[Stored dataset items]
--- START ---
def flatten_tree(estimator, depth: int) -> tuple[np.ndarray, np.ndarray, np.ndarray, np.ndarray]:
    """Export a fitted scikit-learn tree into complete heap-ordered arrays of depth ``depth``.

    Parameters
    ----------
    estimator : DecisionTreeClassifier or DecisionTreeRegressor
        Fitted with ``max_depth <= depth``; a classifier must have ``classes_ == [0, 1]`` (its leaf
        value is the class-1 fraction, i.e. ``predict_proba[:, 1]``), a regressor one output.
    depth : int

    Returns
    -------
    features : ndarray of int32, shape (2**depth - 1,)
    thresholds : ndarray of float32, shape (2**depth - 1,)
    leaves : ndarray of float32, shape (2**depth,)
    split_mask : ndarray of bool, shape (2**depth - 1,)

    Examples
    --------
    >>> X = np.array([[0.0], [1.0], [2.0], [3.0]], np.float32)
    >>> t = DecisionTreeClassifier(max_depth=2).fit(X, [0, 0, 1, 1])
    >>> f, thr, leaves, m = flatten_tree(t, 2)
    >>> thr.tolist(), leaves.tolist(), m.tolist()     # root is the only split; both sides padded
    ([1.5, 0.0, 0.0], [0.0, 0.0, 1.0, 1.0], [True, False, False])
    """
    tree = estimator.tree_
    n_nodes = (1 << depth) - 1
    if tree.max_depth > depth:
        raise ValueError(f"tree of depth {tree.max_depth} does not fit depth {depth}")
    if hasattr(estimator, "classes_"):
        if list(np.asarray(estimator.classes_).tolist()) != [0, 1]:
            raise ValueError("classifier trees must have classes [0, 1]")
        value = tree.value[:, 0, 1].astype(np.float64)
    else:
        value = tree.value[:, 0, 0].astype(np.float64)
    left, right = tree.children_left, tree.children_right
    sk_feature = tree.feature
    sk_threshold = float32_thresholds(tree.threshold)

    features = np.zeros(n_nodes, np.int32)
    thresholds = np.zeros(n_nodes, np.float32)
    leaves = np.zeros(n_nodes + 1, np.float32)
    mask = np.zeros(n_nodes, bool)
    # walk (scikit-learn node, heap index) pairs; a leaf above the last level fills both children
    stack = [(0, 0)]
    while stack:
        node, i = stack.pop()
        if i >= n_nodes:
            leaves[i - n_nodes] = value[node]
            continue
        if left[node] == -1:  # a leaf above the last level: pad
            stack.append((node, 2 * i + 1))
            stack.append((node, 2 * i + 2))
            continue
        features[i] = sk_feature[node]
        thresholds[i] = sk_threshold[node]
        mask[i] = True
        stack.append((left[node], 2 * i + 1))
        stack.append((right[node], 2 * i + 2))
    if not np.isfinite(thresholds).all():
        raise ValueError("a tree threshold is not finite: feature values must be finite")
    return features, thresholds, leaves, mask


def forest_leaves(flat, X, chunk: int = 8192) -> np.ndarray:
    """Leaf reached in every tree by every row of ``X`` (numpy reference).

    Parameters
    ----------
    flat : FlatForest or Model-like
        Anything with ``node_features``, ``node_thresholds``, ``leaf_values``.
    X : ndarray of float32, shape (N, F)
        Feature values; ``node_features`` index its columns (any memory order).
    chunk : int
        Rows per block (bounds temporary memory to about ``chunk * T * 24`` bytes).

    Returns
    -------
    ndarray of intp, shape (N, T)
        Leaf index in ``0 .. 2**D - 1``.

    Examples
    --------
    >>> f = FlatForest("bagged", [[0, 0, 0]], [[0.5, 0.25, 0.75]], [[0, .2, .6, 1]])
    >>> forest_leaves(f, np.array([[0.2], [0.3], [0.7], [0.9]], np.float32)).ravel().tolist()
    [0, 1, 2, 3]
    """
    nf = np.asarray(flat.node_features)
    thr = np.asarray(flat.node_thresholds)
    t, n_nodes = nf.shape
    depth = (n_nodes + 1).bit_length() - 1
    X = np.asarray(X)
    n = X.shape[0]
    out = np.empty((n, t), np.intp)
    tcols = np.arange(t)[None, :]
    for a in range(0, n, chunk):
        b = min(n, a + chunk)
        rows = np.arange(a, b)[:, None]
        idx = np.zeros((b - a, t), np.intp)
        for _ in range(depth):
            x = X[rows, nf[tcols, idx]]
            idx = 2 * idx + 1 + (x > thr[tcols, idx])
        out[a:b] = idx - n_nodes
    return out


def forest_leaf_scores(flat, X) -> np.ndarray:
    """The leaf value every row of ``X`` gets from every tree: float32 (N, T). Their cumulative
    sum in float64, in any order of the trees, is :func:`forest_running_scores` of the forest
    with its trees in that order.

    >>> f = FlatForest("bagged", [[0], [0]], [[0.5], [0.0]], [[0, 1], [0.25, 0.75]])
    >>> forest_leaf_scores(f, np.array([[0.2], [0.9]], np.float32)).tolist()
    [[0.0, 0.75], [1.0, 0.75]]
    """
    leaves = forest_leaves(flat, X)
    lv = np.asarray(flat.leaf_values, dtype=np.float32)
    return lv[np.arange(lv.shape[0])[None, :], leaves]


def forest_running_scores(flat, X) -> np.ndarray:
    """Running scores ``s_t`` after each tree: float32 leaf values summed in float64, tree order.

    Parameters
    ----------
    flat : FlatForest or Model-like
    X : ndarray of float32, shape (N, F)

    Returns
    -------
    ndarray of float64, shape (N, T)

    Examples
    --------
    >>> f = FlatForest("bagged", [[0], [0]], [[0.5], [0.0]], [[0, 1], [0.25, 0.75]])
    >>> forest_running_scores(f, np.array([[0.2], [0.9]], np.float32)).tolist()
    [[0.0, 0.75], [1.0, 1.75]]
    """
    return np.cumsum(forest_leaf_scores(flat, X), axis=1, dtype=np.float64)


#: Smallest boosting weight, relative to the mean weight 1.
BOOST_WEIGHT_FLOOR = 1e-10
--- END ---
Exercise description – Write the data out again in full. Match it word for word.

Completed task –
def flatten_tree(estimator, depth: int) -> tuple[np.ndarray, np.ndarray, np.ndarray, np.ndarray]:
    """Export a fitted scikit-learn tree into complete heap-ordered arrays of depth ``depth``.

    Parameters
    ----------
    estimator : DecisionTreeClassifier or DecisionTreeRegressor
        Fitted with ``max_depth <= depth``; a classifier must have ``classes_ == [0, 1]`` (its leaf
        value is the class-1 fraction, i.e. ``predict_proba[:, 1]``), a regressor one output.
    depth : int

    Returns
    -------
    features : ndarray of int32, shape (2**depth - 1,)
    thresholds : ndarray of float32, shape (2**depth - 1,)
    leaves : ndarray of float32, shape (2**depth,)
    split_mask : ndarray of bool, shape (2**depth - 1,)

    Examples
    --------
    >>> X = np.array([[0.0], [1.0], [2.0], [3.0]], np.float32)
    >>> t = DecisionTreeClassifier(max_depth=2).fit(X, [0, 0, 1, 1])
    >>> f, thr, leaves, m = flatten_tree(t, 2)
    >>> thr.tolist(), leaves.tolist(), m.tolist()     # root is the only split; both sides padded
    ([1.5, 0.0, 0.0], [0.0, 0.0, 1.0, 1.0], [True, False, False])
    """
    tree = estimator.tree_
    n_nodes = (1 << depth) - 1
    if tree.max_depth > depth:
        raise ValueError(f"tree of depth {tree.max_depth} does not fit depth {depth}")
    if hasattr(estimator, "classes_"):
        if list(np.asarray(estimator.classes_).tolist()) != [0, 1]:
            raise ValueError("classifier trees must have classes [0, 1]")
        value = tree.value[:, 0, 1].astype(np.float64)
    else:
        value = tree.value[:, 0, 0].astype(np.float64)
    left, right = tree.children_left, tree.children_right
    sk_feature = tree.feature
    sk_threshold = float32_thresholds(tree.threshold)

    features = np.zeros(n_nodes, np.int32)
    thresholds = np.zeros(n_nodes, np.float32)
    leaves = np.zeros(n_nodes + 1, np.float32)
    mask = np.zeros(n_nodes, bool)
    # walk (scikit-learn node, heap index) pairs; a leaf above the last level fills both children
    stack = [(0, 0)]
    while stack:
        node, i = stack.pop()
        if i >= n_nodes:
            leaves[i - n_nodes] = value[node]
            continue
        if left[node] == -1:  # a leaf above the last level: pad
            stack.append((node, 2 * i + 1))
            stack.append((node, 2 * i + 2))
            continue
        features[i] = sk_feature[node]
        thresholds[i] = sk_threshold[node]
        mask[i] = True
        stack.append((left[node], 2 * i + 1))
        stack.append((right[node], 2 * i + 2))
    if not np.isfinite(thresholds).all():
        raise ValueError("a tree threshold is not finite: feature values must be finite")
    return features, thresholds, leaves, mask


def forest_leaves(flat, X, chunk: int = 8192) -> np.ndarray:
    """Leaf reached in every tree by every row of ``X`` (numpy reference).

    Parameters
    ----------
    flat : FlatForest or Model-like
        Anything with ``node_features``, ``node_thresholds``, ``leaf_values``.
    X : ndarray of float32, shape (N, F)
        Feature values; ``node_features`` index its columns (any memory order).
    chunk : int
        Rows per block (bounds temporary memory to about ``chunk * T * 24`` bytes).

    Returns
    -------
    ndarray of intp, shape (N, T)
        Leaf index in ``0 .. 2**D - 1``.

    Examples
    --------
    >>> f = FlatForest("bagged", [[0, 0, 0]], [[0.5, 0.25, 0.75]], [[0, .2, .6, 1]])
    >>> forest_leaves(f, np.array([[0.2], [0.3], [0.7], [0.9]], np.float32)).ravel().tolist()
    [0, 1, 2, 3]
    """
    nf = np.asarray(flat.node_features)
    thr = np.asarray(flat.node_thresholds)
    t, n_nodes = nf.shape
    depth = (n_nodes + 1).bit_length() - 1
    X = np.asarray(X)
    n = X.shape[0]
    out = np.empty((n, t), np.intp)
    tcols = np.arange(t)[None, :]
    for a in range(0, n, chunk):
        b = min(n, a + chunk)
        rows = np.arange(a, b)[:, None]
        idx = np.zeros((b - a, t), np.intp)
        for _ in range(depth):
            x = X[rows, nf[tcols, idx]]
            idx = 2 * idx + 1 + (x > thr[tcols, idx])
        out[a:b] = idx - n_nodes
    return out


def forest_leaf_scores(flat, X) -> np.ndarray:
    """The leaf value every row of ``X`` gets from every tree: float32 (N, T). Their cumulative
    sum in float64, in any order of the trees, is :func:`forest_running_scores` of the forest
    with its trees in that order.

    >>> f = FlatForest("bagged", [[0], [0]], [[0.5], [0.0]], [[0, 1], [0.25, 0.75]])
    >>> forest_leaf_scores(f, np.array([[0.2], [0.9]], np.float32)).tolist()
    [[0.0, 0.75], [1.0, 0.75]]
    """
    leaves = forest_leaves(flat, X)
    lv = np.asarray(flat.leaf_values, dtype=np.float32)
    return lv[np.arange(lv.shape[0])[None, :], leaves]


def forest_running_scores(flat, X) -> np.ndarray:
    """Running scores ``s_t`` after each tree: float32 leaf values summed in float64, tree order.

    Parameters
    ----------
    flat : FlatForest or Model-like
    X : ndarray of float32, shape (N, F)

    Returns
    -------
    ndarray of float64, shape (N, T)

    Examples
    --------
    >>> f = FlatForest("bagged", [[0], [0]], [[0.5], [0.0]], [[0, 1], [0.25, 0.75]])
    >>> forest_running_scores(f, np.array([[0.2], [0.9]], np.float32)).tolist()
    [[0.0, 0.75], [1.0, 1.75]]
    """
    return np.cumsum(forest_leaf_scores(flat, X), axis=1, dtype=np.float64)


#: Smallest boosting weight, relative to the mean weight 1.
BOOST_WEIGHT_FLOOR = 1e-10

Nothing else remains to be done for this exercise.